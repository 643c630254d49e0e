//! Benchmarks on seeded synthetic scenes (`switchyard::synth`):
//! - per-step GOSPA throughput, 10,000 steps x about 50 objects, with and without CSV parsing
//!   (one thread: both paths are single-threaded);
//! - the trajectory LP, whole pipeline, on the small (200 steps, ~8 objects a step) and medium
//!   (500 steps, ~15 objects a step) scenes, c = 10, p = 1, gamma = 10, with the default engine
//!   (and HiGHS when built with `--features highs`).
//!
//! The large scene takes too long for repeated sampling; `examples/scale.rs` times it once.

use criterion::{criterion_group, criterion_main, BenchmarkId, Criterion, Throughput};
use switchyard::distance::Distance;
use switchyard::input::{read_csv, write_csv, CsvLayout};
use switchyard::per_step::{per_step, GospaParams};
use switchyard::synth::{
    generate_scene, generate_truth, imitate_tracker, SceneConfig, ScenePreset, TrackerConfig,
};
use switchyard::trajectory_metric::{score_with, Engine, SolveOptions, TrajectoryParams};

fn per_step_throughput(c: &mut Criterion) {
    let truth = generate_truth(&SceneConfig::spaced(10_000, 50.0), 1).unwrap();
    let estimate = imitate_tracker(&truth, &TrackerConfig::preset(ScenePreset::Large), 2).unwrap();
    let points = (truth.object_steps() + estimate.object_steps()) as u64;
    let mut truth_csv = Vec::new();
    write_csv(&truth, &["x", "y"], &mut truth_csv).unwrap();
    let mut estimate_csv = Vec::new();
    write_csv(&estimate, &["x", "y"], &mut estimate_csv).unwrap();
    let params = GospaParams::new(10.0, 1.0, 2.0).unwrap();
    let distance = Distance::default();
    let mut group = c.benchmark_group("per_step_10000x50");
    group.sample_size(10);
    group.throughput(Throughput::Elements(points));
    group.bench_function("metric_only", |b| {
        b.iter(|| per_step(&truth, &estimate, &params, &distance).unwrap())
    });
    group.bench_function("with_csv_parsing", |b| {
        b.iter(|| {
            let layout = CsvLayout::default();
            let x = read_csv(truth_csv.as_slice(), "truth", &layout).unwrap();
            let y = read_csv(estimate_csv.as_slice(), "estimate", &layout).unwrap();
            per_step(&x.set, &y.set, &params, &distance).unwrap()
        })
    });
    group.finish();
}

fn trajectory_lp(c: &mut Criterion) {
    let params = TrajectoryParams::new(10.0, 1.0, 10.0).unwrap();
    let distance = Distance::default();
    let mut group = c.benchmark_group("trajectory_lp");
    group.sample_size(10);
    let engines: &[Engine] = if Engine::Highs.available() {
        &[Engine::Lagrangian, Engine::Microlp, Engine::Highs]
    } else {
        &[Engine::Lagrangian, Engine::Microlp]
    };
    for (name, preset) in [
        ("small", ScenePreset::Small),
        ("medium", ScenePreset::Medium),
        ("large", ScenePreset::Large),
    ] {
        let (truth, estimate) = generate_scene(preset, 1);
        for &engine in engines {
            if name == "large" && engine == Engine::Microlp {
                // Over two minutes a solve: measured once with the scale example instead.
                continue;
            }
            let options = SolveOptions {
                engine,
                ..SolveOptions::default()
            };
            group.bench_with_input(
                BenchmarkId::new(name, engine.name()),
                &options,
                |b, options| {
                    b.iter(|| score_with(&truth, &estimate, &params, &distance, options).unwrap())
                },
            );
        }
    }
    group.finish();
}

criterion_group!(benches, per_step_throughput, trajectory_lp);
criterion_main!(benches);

### Exercise details
Select every line in the material above where the string "switchyard" occurs, and copy it.

### Task answer
//! Benchmarks on seeded synthetic scenes (`switchyard::synth`):
use switchyard::distance::Distance;
use switchyard::input::{read_csv, write_csv, CsvLayout};
use switchyard::per_step::{per_step, GospaParams};
use switchyard::synth::{
use switchyard::trajectory_metric::{score_with, Engine, SolveOptions, TrajectoryParams};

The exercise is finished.